◆ Task objective
Select all lines holding the word "fitted" from the entries that follow.

[Given entries Boundary: Start]

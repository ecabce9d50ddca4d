"""The report as one HTML file without references to anything outside it.

Every text that comes from the user or from data passes through `escaped`, and what the report itself says through
`tr`. A `Report` takes fitted transects one by one and keeps only text and a summary of each, so that thousands of them
need little memory.
"""

from __future__ import annotations

import html
import os
import tempfile
from collections.abc import Iterable, Mapping, Sequence
from dataclasses import dataclass
from pathlib import Path
from typing import Any

import numpy as np

from ..core.errors import DownwarpError
from ..core.result import Estimate, FitResult
from ..core.settings import LOAD_RELIEF, PLATE_NAMES
from ..core.wording import say
from ..translation import tr, translated
from . import figures
from .words import (
    DASH,
    headline,
    interval_words,
    is_resolved,
    number,
    parameter_words,
    stated,
    unit_words,
)

MOST_FIGURES = 40
"""Transects that get figures and tables of their own; further ones are in the summary and along strike."""
TITLE = say("Elastic plates along transects")


@dataclass(frozen=True)
class ReportedTransect:
    """A fitted transect and where it lies."""

    result: FitResult
    line: np.ndarray | None = None
    """Longitude and latitude of its vertices, degrees, shape (n, 2); None where stations have no place."""
    along: float | None = None
    """Distance along strike, m; None where it has none."""


@dataclass(frozen=True)
class _Summary:
    """One row of the summary."""

    name: str
    headline: str
    kind: str
    thickness: Estimate
    rms: float
    young: float
    deepest: float | None
    strike: figures.StrikeRow
    has_section: bool


def write_report(
    path: str | Path,
    transects: Iterable[ReportedTransect],
    failures: Sequence[tuple[str, str]] = (),
    inputs: Mapping[str, str] | None = None,
    versions: Mapping[str, str] | None = None,
    title: str = TITLE,
    guide: np.ndarray | None = None,
) -> None:
    """Write the report of a run; see `Report`. ``failures``: names of transects that gave no fit, each with its reason.

    Raises DownwarpError where the file cannot be written.
    """
    report = Report(inputs or {}, versions or {}, title, guide)
    for transect in transects:
        report.add(transect)
    for name, reason in failures:
        report.add_failure(name, reason)
    report.write(path)


def escaped(text: object) -> str:
    """Text as HTML shows it literally, in elements and in attributes; in the user's language where it was said."""
    return html.escape(translated(text) if isinstance(text, str) else str(text), quote=True)
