"""Inside a model, cancelled on the way, and with the progress that a user sees."""

import pytest

pytest.importorskip("qgis")

import invented
from invented import STEP_KM, equator_grid, equator_line, lines_layer
from qgis.core import (
    QgsProcessing,
    QgsProcessingContext,
    QgsProcessingException,
    QgsProcessingModelAlgorithm,
    QgsProcessingModelChildAlgorithm,
    QgsProcessingModelChildParameterSource,
    QgsProcessingModelOutput,
    QgsProcessingModelParameter,
    QgsProcessingParameterNumber,
    QgsProcessingParameterRasterLayer,
    QgsProcessingParameterVectorLayer,
    QgsProcessingUtils,
)
from running import Quiet, rows, run


@pytest.fixture(scope="module")
def dem(tmp_path_factory):
    return equator_grid(tmp_path_factory.mktemp("ground") / "dem.tif", 20.0, invented.trench)


def keys(dem, count=1):
    return {"TRANSECTS": lines_layer([equator_line(20.0)] * count), "DEM": dem, "SETTING": 1, "STEP_KM": STEP_KM}


def model():
    """A model with fittransects inside; its inputs PICKS and INFILL are optional and handed on."""
    built = QgsProcessingModelAlgorithm("Trench", "")
    optional_points = QgsProcessingParameterVectorLayer(
        "picks", "Picks", [QgsProcessing.SourceType.TypeVectorPoint], None, True
    )
    infill = QgsProcessingParameterNumber("infill", "Infill", QgsProcessingParameterNumber.Type.Double, None, True)
    for definition in (
        QgsProcessingParameterVectorLayer("lines", "Lines", [QgsProcessing.SourceType.TypeVectorLine]),
        QgsProcessingParameterRasterLayer("relief", "Relief"),
        optional_points,
        infill,
    ):
        component = QgsProcessingModelParameter(definition.name())
        built.addModelParameter(definition, component)
    child = QgsProcessingModelChildAlgorithm("downwarp:fittransects")
    child.setChildId("fit")
    source = QgsProcessingModelChildParameterSource
    for key, name in (("TRANSECTS", "lines"), ("DEM", "relief"), ("PICKS", "picks"), ("RHO_INFILL", "infill")):
        child.addParameterSources(key, [source.fromModelParameter(name)])
    child.addParameterSources("SETTING", [source.fromStaticValue(1)])
    child.addParameterSources("STEP_KM", [source.fromStaticValue(STEP_KM)])
    output = QgsProcessingModelOutput("profiles", "profiles")
    output.setChildId("fit")
    output.setChildOutputName("PROFILES")
    stations = QgsProcessingModelOutput("stations", "stations")
    stations.setChildId("fit")
    stations.setChildOutputName("STATIONS")
    child.setModelOutputs({"profiles": output, "stations": stations})
    built.addChildAlgorithm(child)
    built.updateDestinationParameters()
    return built


def run_model(parameters):
    """The model's profiles; a fresh context for each run."""
    built = model()
    context, feedback = QgsProcessingContext(), Quiet()
    destinations = {
        definition.name(): QgsProcessing.TEMPORARY_OUTPUT for definition in built.destinationParameterDefinitions()
    }
    assert len(destinations) == 2
    results, good = built.run({**parameters, **destinations}, context, feedback)
    assert good, feedback.errors
    (name,) = (name for name in destinations if name.endswith("profiles"))
    return rows(QgsProcessingUtils.mapLayerFromString(results[name], context))


def test_a_model_runs_with_optional_inputs_unset(dem):
    """PICKS and RHO_INFILL reach the child as None; MARKERS and the other optional sinks are never made."""
    (profile,) = run_model({"lines": lines_layer([equator_line(20.0)]), "relief": dem})
    assert profile["te_km"] == pytest.approx(invented.TE_KM, rel=5e-3)
    assert profile["rho_infill"] == 1030


def test_a_model_hands_its_values_on(dem):
    """A density that the user gave is used, not the setting's."""
    (profile,) = run_model({"lines": lines_layer([equator_line(20.0)]), "relief": dem, "infill": 1025})
    assert profile["rho_infill"] == 1025


def test_a_model_says_why_its_child_failed(dem):
    """The child runs without QGIS's check of values, and still names the key."""
    built = model()
    feedback = Quiet()
    destinations = {
        definition.name(): QgsProcessing.TEMPORARY_OUTPUT for definition in built.destinationParameterDefinitions()
    }
    parameters = {"lines": lines_layer([equator_line(20.0)]), "relief": dem, "infill": 3300, **destinations}
    _, good = built.run(parameters, QgsProcessingContext(), feedback)
    assert not good
    assert "RHO_INFILL (3300 kg/m3) must be below RHO_MANTLE (3300 kg/m3)" in "\n".join(feedback.errors)


class CancelsAt(Quiet):
    """Feedback whose user cancels as soon as progress passes a fraction."""

    def __init__(self, percent):
        super().__init__()
        self.progressChanged.connect(lambda value: self.cancel() if value >= percent else None)


@pytest.mark.parametrize("percent", [0.5, 10, 40, 90])
@pytest.mark.parametrize("count", [1, 3])
def test_cancel_stops_the_run_and_leaves_no_layer(dem, tmp_path, percent, count):
    """Midway through sampling, fitting or writing: an error that says so, and no file."""
    feedback = CancelsAt(percent)
    sinks = {name: str(tmp_path / f"{name.lower()}.gpkg") for name in ("PROFILES", "STATIONS")}
    with pytest.raises(QgsProcessingException, match="Cancelled"):
        run("fittransects", {**keys(dem, count), **sinks}, feedback)
    assert list(tmp_path.iterdir()) == []


@pytest.mark.parametrize("name", ["sampletransects", "bendtransects"])
def test_the_others_can_be_cancelled_too(dem, tmp_path, name):
    """The same for the algorithms without a fit."""
    sinks = {"STATIONS": str(tmp_path / "stations.gpkg")}
    given = {key: value for key, value in keys(dem, 3).items() if name == "bendtransects" or key != "SETTING"}
    others = () if name == "sampletransects" else ("PROFILES",)
    with pytest.raises(QgsProcessingException, match="Cancelled"):
        run(name, {**given, **sinks}, CancelsAt(20), others)
    assert list(tmp_path.iterdir()) == []


def test_progress_runs_from_0_to_100_and_never_back(dem):
    """What the progress bar shows over three transects."""
    feedback = Quiet()
    run("fittransects", keys(dem, 3), feedback)
    shown = feedback.fractions
    assert len(shown) > 10
    assert shown == sorted(shown)
    assert 0 <= shown[0] < 20
    assert shown[-1] == pytest.approx(100.0)


def test_nothing_is_printed(dem, capfd):
    """Anything on standard output would break `qgis_process --json`."""
    run("fittransects", keys(dem))
    assert capfd.readouterr().out == ""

[Given entries Boundary: End]

◆ Solution to this exercise
`tr`. A `Report` takes fitted transects one by one and keeps only text and a summary of each, so that thousands of them
    """A fitted transect and where it lies."""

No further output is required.